Which lines of the data contain the string "true"? Copy every one of them.

*** TASK MATERIAL Section Begins ***

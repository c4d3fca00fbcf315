import { describe, expect, it } from 'vitest'
import { maxMoves, maxZones, readRowNumber, readRows, readZones } from '../../../../shared/settings/read-rows'
import { objectReadingOf, readingOf } from '../../../support/settings-reading'

function zones(text: string, wraps = false) {
  const { reading, node, told } = readingOf(text)
  return { zones: readZones(reading, node, { axisKind: wraps ? 'rotary' : 'linear', wraps }), told: told() }
}
const list = (count: number) => JSON.stringify(Array.from({ length: count }, (_, index) => ({ zone: index + 1, from: index, to: index + 1 })))

describe('readZones', () => {
  it('reads them in the order of their numbers, keys in canonical order', () => {
    const { zones: read, told } = zones('[{ "zone": 3, "from": 1, "to": 2 }, { "to": 25, "from": 10, "zone": 1 }]')
    expect(read).toEqual([{ from: 10, to: 25, zone: 1 }, { from: 1, to: 2, zone: 3 }])
    expect(Object.keys(read[0] ?? {})).toEqual(['from', 'to', 'zone'])
    expect(told).toEqual([])
  })

  it.each([
    ['{ "zone": 0, "from": 1, "to": 2 }', 'row-number /zones/0/zone'], ['{ "zone": 33, "from": 1, "to": 2 }', 'row-number /zones/0/zone'], ['{ "from": 1, "to": 2 }', 'missing /zones/0/zone'],
    ['{ "zone": 1, "to": 2 }', 'missing /zones/0/from'], ['{ "zone": 1, "from": 1, "to": null }', 'missing /zones/0/to'], ['{ "zone": 1, "from": "a", "to": 2 }', 'number-syntax /zones/0/from'],
    ['{ "zone": 1, "from": 2, "to": 1 }', 'order /zones/0/from'], ['{ "zone": 1, "from": 1, "to": 1 }', 'order /zones/0/from'], ['{ "zone": 1, "from": 1, "to": 1.0000004 }', 'order /zones/0/from'],
    ['5', 'json-syntax /zones/0'], ['null', 'json-syntax /zones/0'],
  ])('%s: %s', (row, problem) => expect(zones(`[${row}]`)).toEqual({ zones: [], told: [problem] }))

  it('may wrap where the axis does', () => {
    expect(zones('[{ "zone": 1, "from": 350, "to": 10 }]', true)).toEqual({ zones: [{ from: 350, to: 10, zone: 1 }], told: [] })
    expect(zones('[{ "zone": 1, "from": 10, "to": 10 }]', true).told).toEqual(['order /zones/0/from'])
  })

  it('has each number once', () => {
    expect(zones('[{ "zone": 2, "from": 1, "to": 2 }, { "zone": 2.0, "from": 3, "to": 4 }]').told).toEqual(['row-duplicate /zones/1/zone'])
  })

  it(`reads ${maxZones} and no more`, () => {
    expect(zones(list(32))).toMatchObject({ told: [] })
    expect(zones(list(33))).toEqual({ zones: [], told: ['limit /zones'] })
  })
})

describe('readRows', () => {
  it('tells the limit and the size', () => {
    const { reading, node, message } = readingOf(list(1025))
    readRows(reading, node, '/moves', maxMoves, () => ({}), () => 0)
    expect(message()).toBe('1025 rows; at most 1024 are read.')
  })

  it('points to rows as they were sent, and answers them by number', () => {
    const { reading, node } = readingOf('[{ "a": 5 }, { "a": 2 }]')
    const seen: string[] = []
    const rows = readRows(reading, node, '/moves', 10, (row, at) => {
      seen.push(at)
      return row.values[0]?.kind === 'number' ? row.values[0].value : undefined
    }, value => value)
    expect(seen).toEqual(['/moves/0', '/moves/1'])
    expect(rows).toEqual([2, 5])
  })

  it('wants a list', () => {
    const { reading, node, told } = readingOf('{}')
    expect(readRows(reading, node, '/moves', 10, () => 1, value => value)).toEqual([])
    expect(told()).toEqual(['json-syntax /moves'])
  })
})

describe('readRowNumber', () => {
  it('keeps in mind what is taken', () => {
    const { reading, object, told } = objectReadingOf('{ "move": 5 }')
    const taken = new Set<number>()
    const read = () => readRowNumber(reading, object.values[0], object, '/moves/0/move', 0, 1023, taken)
    expect(read()).toBe(5)
    expect(read()).toBeUndefined()
    expect(told()).toEqual(['row-duplicate /moves/0/move'])
  })
})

*** TASK MATERIAL Section Ends ***

— COMPLETED EXERCISE —
    expect(zones('[{ "zone": 1, "from": 350, "to": 10 }]', true)).toEqual({ zones: [{ from: 350, to: 10, zone: 1 }], told: [] })
    expect(zones('[{ "zone": 1, "from": 10, "to": 10 }]', true).told).toEqual(['order /zones/0/from'])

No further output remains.